**WHAT THE EXERCISE ASKS**
The full data, repeated exactly, is the only answer needed.

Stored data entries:

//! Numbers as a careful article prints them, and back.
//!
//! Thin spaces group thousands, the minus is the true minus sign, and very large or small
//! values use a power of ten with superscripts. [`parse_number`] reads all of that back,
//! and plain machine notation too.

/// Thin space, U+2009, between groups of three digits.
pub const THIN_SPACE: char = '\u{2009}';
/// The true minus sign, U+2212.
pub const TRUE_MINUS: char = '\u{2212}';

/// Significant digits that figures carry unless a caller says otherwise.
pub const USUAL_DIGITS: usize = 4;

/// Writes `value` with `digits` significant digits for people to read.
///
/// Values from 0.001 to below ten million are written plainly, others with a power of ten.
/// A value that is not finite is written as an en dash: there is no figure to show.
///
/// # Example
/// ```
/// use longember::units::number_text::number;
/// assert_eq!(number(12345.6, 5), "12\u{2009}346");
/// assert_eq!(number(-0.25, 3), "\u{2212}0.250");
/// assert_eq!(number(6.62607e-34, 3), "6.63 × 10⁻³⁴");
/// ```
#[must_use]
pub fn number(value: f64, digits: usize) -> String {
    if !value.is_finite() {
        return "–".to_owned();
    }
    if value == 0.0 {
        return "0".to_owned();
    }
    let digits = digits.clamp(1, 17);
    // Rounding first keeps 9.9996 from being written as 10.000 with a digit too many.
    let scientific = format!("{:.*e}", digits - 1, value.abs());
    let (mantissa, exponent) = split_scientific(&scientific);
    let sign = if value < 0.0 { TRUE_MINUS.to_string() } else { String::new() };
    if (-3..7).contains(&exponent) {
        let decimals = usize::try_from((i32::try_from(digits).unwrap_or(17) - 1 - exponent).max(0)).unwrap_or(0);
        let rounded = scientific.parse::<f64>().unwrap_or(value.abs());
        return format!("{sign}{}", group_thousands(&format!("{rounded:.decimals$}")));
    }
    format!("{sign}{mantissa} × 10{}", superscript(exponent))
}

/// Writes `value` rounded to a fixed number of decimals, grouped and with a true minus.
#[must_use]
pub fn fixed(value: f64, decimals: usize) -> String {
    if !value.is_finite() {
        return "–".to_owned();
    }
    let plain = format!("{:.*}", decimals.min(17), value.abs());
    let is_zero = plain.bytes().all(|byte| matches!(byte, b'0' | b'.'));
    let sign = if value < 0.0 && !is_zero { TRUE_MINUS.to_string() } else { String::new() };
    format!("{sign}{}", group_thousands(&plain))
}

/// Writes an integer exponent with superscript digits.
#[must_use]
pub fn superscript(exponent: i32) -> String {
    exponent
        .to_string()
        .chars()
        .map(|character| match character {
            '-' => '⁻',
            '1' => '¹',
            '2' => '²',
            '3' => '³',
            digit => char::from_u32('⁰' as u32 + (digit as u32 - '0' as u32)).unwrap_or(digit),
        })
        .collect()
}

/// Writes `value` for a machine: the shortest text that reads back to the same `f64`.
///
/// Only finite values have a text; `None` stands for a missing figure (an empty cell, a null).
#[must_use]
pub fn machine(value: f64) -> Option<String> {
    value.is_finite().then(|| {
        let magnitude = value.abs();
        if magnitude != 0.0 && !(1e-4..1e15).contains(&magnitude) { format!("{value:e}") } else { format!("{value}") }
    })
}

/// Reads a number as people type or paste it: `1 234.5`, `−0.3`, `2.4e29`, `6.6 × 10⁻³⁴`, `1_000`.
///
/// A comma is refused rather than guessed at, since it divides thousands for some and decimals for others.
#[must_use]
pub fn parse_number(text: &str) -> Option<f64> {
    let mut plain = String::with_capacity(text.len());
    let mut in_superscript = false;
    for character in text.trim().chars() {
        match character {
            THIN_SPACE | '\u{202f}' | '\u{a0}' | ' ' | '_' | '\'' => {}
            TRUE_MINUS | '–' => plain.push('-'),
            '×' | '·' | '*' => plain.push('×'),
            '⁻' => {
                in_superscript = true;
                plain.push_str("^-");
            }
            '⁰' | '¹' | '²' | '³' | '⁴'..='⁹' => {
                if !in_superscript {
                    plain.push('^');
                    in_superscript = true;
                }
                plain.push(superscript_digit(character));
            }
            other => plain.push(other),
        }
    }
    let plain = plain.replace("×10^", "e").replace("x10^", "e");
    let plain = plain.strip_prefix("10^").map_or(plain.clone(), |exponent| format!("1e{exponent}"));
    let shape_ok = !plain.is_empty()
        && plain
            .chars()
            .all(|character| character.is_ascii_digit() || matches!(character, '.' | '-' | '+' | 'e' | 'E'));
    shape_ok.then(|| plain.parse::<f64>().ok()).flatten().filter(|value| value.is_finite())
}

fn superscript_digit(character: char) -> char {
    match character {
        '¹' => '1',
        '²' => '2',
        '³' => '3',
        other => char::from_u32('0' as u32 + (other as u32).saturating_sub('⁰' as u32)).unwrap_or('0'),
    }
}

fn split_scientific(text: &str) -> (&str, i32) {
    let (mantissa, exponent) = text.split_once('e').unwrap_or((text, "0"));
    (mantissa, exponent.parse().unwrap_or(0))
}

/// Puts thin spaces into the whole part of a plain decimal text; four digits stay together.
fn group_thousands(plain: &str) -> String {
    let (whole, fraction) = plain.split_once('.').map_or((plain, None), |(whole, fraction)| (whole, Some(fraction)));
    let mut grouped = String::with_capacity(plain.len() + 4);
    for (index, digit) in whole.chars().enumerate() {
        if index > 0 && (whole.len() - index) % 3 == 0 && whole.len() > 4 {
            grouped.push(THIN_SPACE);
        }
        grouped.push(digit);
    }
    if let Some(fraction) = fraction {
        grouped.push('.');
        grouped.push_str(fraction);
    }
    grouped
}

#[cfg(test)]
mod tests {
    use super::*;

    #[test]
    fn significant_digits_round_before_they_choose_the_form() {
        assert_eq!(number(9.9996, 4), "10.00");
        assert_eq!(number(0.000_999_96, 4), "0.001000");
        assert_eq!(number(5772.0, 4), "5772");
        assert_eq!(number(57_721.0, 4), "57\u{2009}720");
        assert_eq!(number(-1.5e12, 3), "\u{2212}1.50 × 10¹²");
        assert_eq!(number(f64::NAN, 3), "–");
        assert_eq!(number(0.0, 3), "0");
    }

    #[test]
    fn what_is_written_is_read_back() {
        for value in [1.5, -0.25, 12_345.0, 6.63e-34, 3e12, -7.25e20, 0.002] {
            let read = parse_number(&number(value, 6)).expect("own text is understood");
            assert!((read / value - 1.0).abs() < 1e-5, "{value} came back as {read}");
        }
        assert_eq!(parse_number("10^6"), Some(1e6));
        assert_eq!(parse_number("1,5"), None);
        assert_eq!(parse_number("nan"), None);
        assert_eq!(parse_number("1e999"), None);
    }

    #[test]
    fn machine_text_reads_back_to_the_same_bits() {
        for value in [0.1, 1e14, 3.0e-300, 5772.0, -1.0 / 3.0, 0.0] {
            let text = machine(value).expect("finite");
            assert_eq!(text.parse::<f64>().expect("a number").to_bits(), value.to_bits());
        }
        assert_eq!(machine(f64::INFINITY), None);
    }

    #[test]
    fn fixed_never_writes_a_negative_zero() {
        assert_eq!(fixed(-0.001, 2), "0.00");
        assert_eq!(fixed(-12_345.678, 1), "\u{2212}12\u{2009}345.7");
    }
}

**WRITTEN SOLUTION**
//! Numbers as a careful article prints them, and back.
//!
//! Thin spaces group thousands, the minus is the true minus sign, and very large or small
//! values use a power of ten with superscripts. [`parse_number`] reads all of that back,
//! and plain machine notation too.

/// Thin space, U+2009, between groups of three digits.
pub const THIN_SPACE: char = '\u{2009}';
/// The true minus sign, U+2212.
pub const TRUE_MINUS: char = '\u{2212}';

/// Significant digits that figures carry unless a caller says otherwise.
pub const USUAL_DIGITS: usize = 4;

/// Writes `value` with `digits` significant digits for people to read.
///
/// Values from 0.001 to below ten million are written plainly, others with a power of ten.
/// A value that is not finite is written as an en dash: there is no figure to show.
///
/// # Example
/// ```
/// use longember::units::number_text::number;
/// assert_eq!(number(12345.6, 5), "12\u{2009}346");
/// assert_eq!(number(-0.25, 3), "\u{2212}0.250");
/// assert_eq!(number(6.62607e-34, 3), "6.63 × 10⁻³⁴");
/// ```
#[must_use]
pub fn number(value: f64, digits: usize) -> String {
    if !value.is_finite() {
        return "–".to_owned();
    }
    if value == 0.0 {
        return "0".to_owned();
    }
    let digits = digits.clamp(1, 17);
    // Rounding first keeps 9.9996 from being written as 10.000 with a digit too many.
    let scientific = format!("{:.*e}", digits - 1, value.abs());
    let (mantissa, exponent) = split_scientific(&scientific);
    let sign = if value < 0.0 { TRUE_MINUS.to_string() } else { String::new() };
    if (-3..7).contains(&exponent) {
        let decimals = usize::try_from((i32::try_from(digits).unwrap_or(17) - 1 - exponent).max(0)).unwrap_or(0);
        let rounded = scientific.parse::<f64>().unwrap_or(value.abs());
        return format!("{sign}{}", group_thousands(&format!("{rounded:.decimals$}")));
    }
    format!("{sign}{mantissa} × 10{}", superscript(exponent))
}

/// Writes `value` rounded to a fixed number of decimals, grouped and with a true minus.
#[must_use]
pub fn fixed(value: f64, decimals: usize) -> String {
    if !value.is_finite() {
        return "–".to_owned();
    }
    let plain = format!("{:.*}", decimals.min(17), value.abs());
    let is_zero = plain.bytes().all(|byte| matches!(byte, b'0' | b'.'));
    let sign = if value < 0.0 && !is_zero { TRUE_MINUS.to_string() } else { String::new() };
    format!("{sign}{}", group_thousands(&plain))
}

/// Writes an integer exponent with superscript digits.
#[must_use]
pub fn superscript(exponent: i32) -> String {
    exponent
        .to_string()
        .chars()
        .map(|character| match character {
            '-' => '⁻',
            '1' => '¹',
            '2' => '²',
            '3' => '³',
            digit => char::from_u32('⁰' as u32 + (digit as u32 - '0' as u32)).unwrap_or(digit),
        })
        .collect()
}

/// Writes `value` for a machine: the shortest text that reads back to the same `f64`.
///
/// Only finite values have a text; `None` stands for a missing figure (an empty cell, a null).
#[must_use]
pub fn machine(value: f64) -> Option<String> {
    value.is_finite().then(|| {
        let magnitude = value.abs();
        if magnitude != 0.0 && !(1e-4..1e15).contains(&magnitude) { format!("{value:e}") } else { format!("{value}") }
    })
}

/// Reads a number as people type or paste it: `1 234.5`, `−0.3`, `2.4e29`, `6.6 × 10⁻³⁴`, `1_000`.
///
/// A comma is refused rather than guessed at, since it divides thousands for some and decimals for others.
#[must_use]
pub fn parse_number(text: &str) -> Option<f64> {
    let mut plain = String::with_capacity(text.len());
    let mut in_superscript = false;
    for character in text.trim().chars() {
        match character {
            THIN_SPACE | '\u{202f}' | '\u{a0}' | ' ' | '_' | '\'' => {}
            TRUE_MINUS | '–' => plain.push('-'),
            '×' | '·' | '*' => plain.push('×'),
            '⁻' => {
                in_superscript = true;
                plain.push_str("^-");
            }
            '⁰' | '¹' | '²' | '³' | '⁴'..='⁹' => {
                if !in_superscript {
                    plain.push('^');
                    in_superscript = true;
                }
                plain.push(superscript_digit(character));
            }
            other => plain.push(other),
        }
    }
    let plain = plain.replace("×10^", "e").replace("x10^", "e");
    let plain = plain.strip_prefix("10^").map_or(plain.clone(), |exponent| format!("1e{exponent}"));
    let shape_ok = !plain.is_empty()
        && plain
            .chars()
            .all(|character| character.is_ascii_digit() || matches!(character, '.' | '-' | '+' | 'e' | 'E'));
    shape_ok.then(|| plain.parse::<f64>().ok()).flatten().filter(|value| value.is_finite())
}

fn superscript_digit(character: char) -> char {
    match character {
        '¹' => '1',
        '²' => '2',
        '³' => '3',
        other => char::from_u32('0' as u32 + (other as u32).saturating_sub('⁰' as u32)).unwrap_or('0'),
    }
}

fn split_scientific(text: &str) -> (&str, i32) {
    let (mantissa, exponent) = text.split_once('e').unwrap_or((text, "0"));
    (mantissa, exponent.parse().unwrap_or(0))
}

/// Puts thin spaces into the whole part of a plain decimal text; four digits stay together.
fn group_thousands(plain: &str) -> String {
    let (whole, fraction) = plain.split_once('.').map_or((plain, None), |(whole, fraction)| (whole, Some(fraction)));
    let mut grouped = String::with_capacity(plain.len() + 4);
    for (index, digit) in whole.chars().enumerate() {
        if index > 0 && (whole.len() - index) % 3 == 0 && whole.len() > 4 {
            grouped.push(THIN_SPACE);
        }
        grouped.push(digit);
    }
    if let Some(fraction) = fraction {
        grouped.push('.');
        grouped.push_str(fraction);
    }
    grouped
}

#[cfg(test)]
mod tests {
    use super::*;

    #[test]
    fn significant_digits_round_before_they_choose_the_form() {
        assert_eq!(number(9.9996, 4), "10.00");
        assert_eq!(number(0.000_999_96, 4), "0.001000");
        assert_eq!(number(5772.0, 4), "5772");
        assert_eq!(number(57_721.0, 4), "57\u{2009}720");
        assert_eq!(number(-1.5e12, 3), "\u{2212}1.50 × 10¹²");
        assert_eq!(number(f64::NAN, 3), "–");
        assert_eq!(number(0.0, 3), "0");
    }

    #[test]
    fn what_is_written_is_read_back() {
        for value in [1.5, -0.25, 12_345.0, 6.63e-34, 3e12, -7.25e20, 0.002] {
            let read = parse_number(&number(value, 6)).expect("own text is understood");
            assert!((read / value - 1.0).abs() < 1e-5, "{value} came back as {read}");
        }
        assert_eq!(parse_number("10^6"), Some(1e6));
        assert_eq!(parse_number("1,5"), None);
        assert_eq!(parse_number("nan"), None);
        assert_eq!(parse_number("1e999"), None);
    }

    #[test]
    fn machine_text_reads_back_to_the_same_bits() {
        for value in [0.1, 1e14, 3.0e-300, 5772.0, -1.0 / 3.0, 0.0] {
            let text = machine(value).expect("finite");
            assert_eq!(text.parse::<f64>().expect("a number").to_bits(), value.to_bits());
        }
        assert_eq!(machine(f64::INFINITY), None);
    }

    #[test]
    fn fixed_never_writes_a_negative_zero() {
        assert_eq!(fixed(-0.001, 2), "0.00");
        assert_eq!(fixed(-12_345.678, 1), "\u{2212}12\u{2009}345.7");
    }
}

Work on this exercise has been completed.